A “group by” qualifier, that determines what groups to aggregate on. In our case, we will want to specify a time duration, e.g. “5min” if we want OHLC charts with 5 minute buckets;

A timerange qualifier: this tells Quasar the timerange we are interested in, which is required when using aggregations.
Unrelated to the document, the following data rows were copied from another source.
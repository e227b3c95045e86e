"""Large inputs and outputs (issue 11), each against the code path it replaced, interleaved
(A, B, A, B) in one process; min and median of each and the ratio.

- paste: selecting N pasted rows as one block of runs against one `select` call per row;
- paste 100,000 rows: reading them column by column (`fileio.bulk_rows`) against the row
  reader per row; and the whole paste in the window, until the GUI thread is free again,
  with the rows' checks in the recompute worker against per-row reading and the checks in
  the GUI thread (`CHECKED_IN_WINDOW` raised);
- header search: a CSV with 120,000-character cells above the header, with the 200-character
  cap against no cap (`MAX_HEADER_CHARS` raised);
- PDF appendix: the compact list of the widest items against ruled table pages for all items
  (`COMPACT_AFTER` raised), at a size the old path finishes in reasonable time.
Run: .venv/bin/python bench/bench_large_inputs.py [--quick]
"""

from __future__ import annotations

import io
import os
import statistics
import sys
import tempfile
import time
from collections.abc import Callable
from pathlib import Path

os.environ.setdefault("QT_QPA_PLATFORM", "offscreen")
sys.path.insert(0, str(Path(__file__).resolve().parent.parent))


def interleaved(a: Callable[[], None], b: Callable[[], None], repeats: int) -> tuple[list, list]:
    times_a, times_b = [], []
    for _ in range(repeats):
        for run, times in ((a, times_a), (b, times_b)):
            started = time.perf_counter()
            run()
            times.append(time.perf_counter() - started)
    return times_a, times_b


def report(name: str, new: list[float], old: list[float]) -> None:
    print(
        f"{name:<44} new min {min(new):7.2f} s med {statistics.median(new):7.2f} s | "
        f"old min {min(old):7.2f} s med {statistics.median(old):7.2f} s | "
        f"old/new {statistics.median(old) / statistics.median(new):6.1f}x"
    )


def bench_paste_selection(rows: int, repeats: int) -> None:
    from PySide6.QtCore import QItemSelectionModel
    from PySide6.QtWidgets import QApplication

    from engine import Estimate, LineItem
    from gui.item_editor import ItemEditor
    from gui.item_table import ItemTableView

    QApplication.instance() or QApplication([])
    editor = ItemEditor()
    editor.set_estimate(
        Estimate(items=[LineItem(f"P{k}", "uniform", 0.0, None, 1.0) for k in range(rows)])
    )
    table = ItemTableView(editor)
    every = list(range(rows))

    def one_by_one() -> None:  # the replaced code
        selection = table.selectionModel()
        selection.clearSelection()
        for row in every:
            selection.select(
                table.model().index(row, 0),
                QItemSelectionModel.SelectionFlag.Select | QItemSelectionModel.SelectionFlag.Rows,
            )

    new, old = interleaved(lambda: table.select_rows(every), one_by_one, repeats)
    report(f"select {rows:,} pasted rows", new, old)


def _pasted_block(rows: int) -> str:
    return "Item\tLow\tMost likely\tHigh\n" + "".join(
        f"Package {k}\t{10 + k % 7}\t12\t{20 + k % 11}\n" for k in range(rows)
    )


def bench_paste_reading(rows: int, repeats: int) -> None:
    from fileio.bulk_rows import items_from_cell_rows
    from gui.clipboard_text import tsv_to_cells
    from gui.item_model import item_from_text

    cells = tsv_to_cells(_pasted_block(rows))
    new, old = interleaved(
        lambda: items_from_cell_rows(cells), lambda: [item_from_text(c) for c in cells], repeats
    )
    report(f"read {rows:,} pasted rows", new, old)


def bench_paste_window(rows: int, repeats: int) -> None:
    from PySide6.QtWidgets import QApplication

    import gui.item_editor as item_editor
    import gui.main_window as main_window
    from gui.item_model import item_from_text

    QApplication.instance() or QApplication([])
    window = main_window.MainWindow()
    window.document.edited = lambda: None  # no autosave of the pasted rows between runs
    text = _pasted_block(rows)
    bulk, checked_in_window = item_editor.items_from_cell_rows, main_window.CHECKED_IN_WINDOW

    def paste(old: bool) -> Callable[[], None]:
        def run() -> None:
            if old:
                item_editor.items_from_cell_rows = lambda r: [item_from_text(c) for c in r]
                main_window.CHECKED_IN_WINDOW = 10**9
            try:
                assert len(window.table.paste_text(text)) == rows
            finally:
                item_editor.items_from_cell_rows = bulk
                main_window.CHECKED_IN_WINDOW = checked_in_window
            window.recomputer.cancel()
            window.recomputer.wait()
            window.undo_stack.undo()

        return run

    new, old = interleaved(paste(False), paste(True), repeats)
    report(f"paste {rows:,} rows (GUI thread busy)", new, old)


def bench_header_search(repeats: int) -> None:
    import fileio.headers as headers
    import fileio.table as table
    from fileio.readers import read_estimate

    folder = Path(tempfile.mkdtemp())
    path = folder / "notes above.csv"
    note = "Scope notes " + "x" * 120_000
    with path.open("w", encoding="utf-8") as out:
        out.writelines(",".join([note] * 5) + "\n" for _ in range(20))
        out.write("Item,Low,Most likely,High\n")
        out.writelines(f"Package {k},10,12,20\n" for k in range(50))
    capped = headers.MAX_HEADER_CHARS

    def with_cap(limit: int) -> Callable[[], None]:
        def run() -> None:
            headers.MAX_HEADER_CHARS = table.MAX_HEADER_CHARS = limit
            assert len(read_estimate(path).items) == 50

        return run

    new, old = interleaved(with_cap(capped), with_cap(10**9), repeats)
    headers.MAX_HEADER_CHARS = table.MAX_HEADER_CHARS = capped
    report("CSV, 120,000-character cells above header", new, old)


def bench_pdf_appendix(items: int, repeats: int) -> None:
    import reports.pdf as pdf
    from engine import Estimate, LineItem, Settings, analyze
    from reports.provenance import provenance

    estimate = Estimate(
        items=[LineItem(f"Package {k}", "pert", 10.0, 12.0 + k % 5, 30.0) for k in range(items)],
        title="Large",
        unit="EUR",
    )
    analysis = analyze(estimate, method="exact")
    about = provenance(estimate, Settings(unit="EUR"), None)
    compact = pdf.COMPACT_AFTER

    def with_limit(limit: int) -> Callable[[], None]:
        def run() -> None:
            pdf.COMPACT_AFTER = limit
            pdf.write_pdf(io.BytesIO(), estimate, analysis, about)

        return run

    new, old = interleaved(with_limit(compact), with_limit(10**9), repeats)
    pdf.COMPACT_AFTER = compact
    report(f"PDF of {items:,} items", new, old)


if __name__ == "__main__":
    quick = "--quick" in sys.argv
    repeats = 2 if quick else 3
    bench_paste_selection(5_000 if quick else 20_000, repeats)
    bench_paste_reading(100_000, repeats)
    bench_paste_window(100_000, repeats)
    bench_header_search(repeats)
    bench_pdf_appendix(1_000 if quick else 2_000, repeats)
The query we will use will look like:

SELECT
$timestamp,
FIRST(price),
MAX(price),
MIN(price),
LAST(price)
FROM ..
IN RANGE <timespan>
GROUP BY <duration>

We can then turn the results of this query into OHLC candlesticks as demonstrated in the code below:

q = """
SELECT
$timestamp,
FIRST(price) AS open,
MAX(price) AS high,
MIN(price) AS low,
LAST(price) AS close
FROM "products/btcusd/trades"
IN RANGE (NOW(), -6h)
GROUP BY 5min
"""
df = qdbpd.query(conn, q).set_index('$timestamp')
plot_ohlc(df)

5.2.7. Conclusion#

And that’s all you need to do to get the data in a shape that allows for drawing candlesticks.

In this guide we covered:

How to interact with QuasarDB’s pandas API;

How to create tables, ingest data and query the data;

How to perform aggregations necessary to render OHLC charts.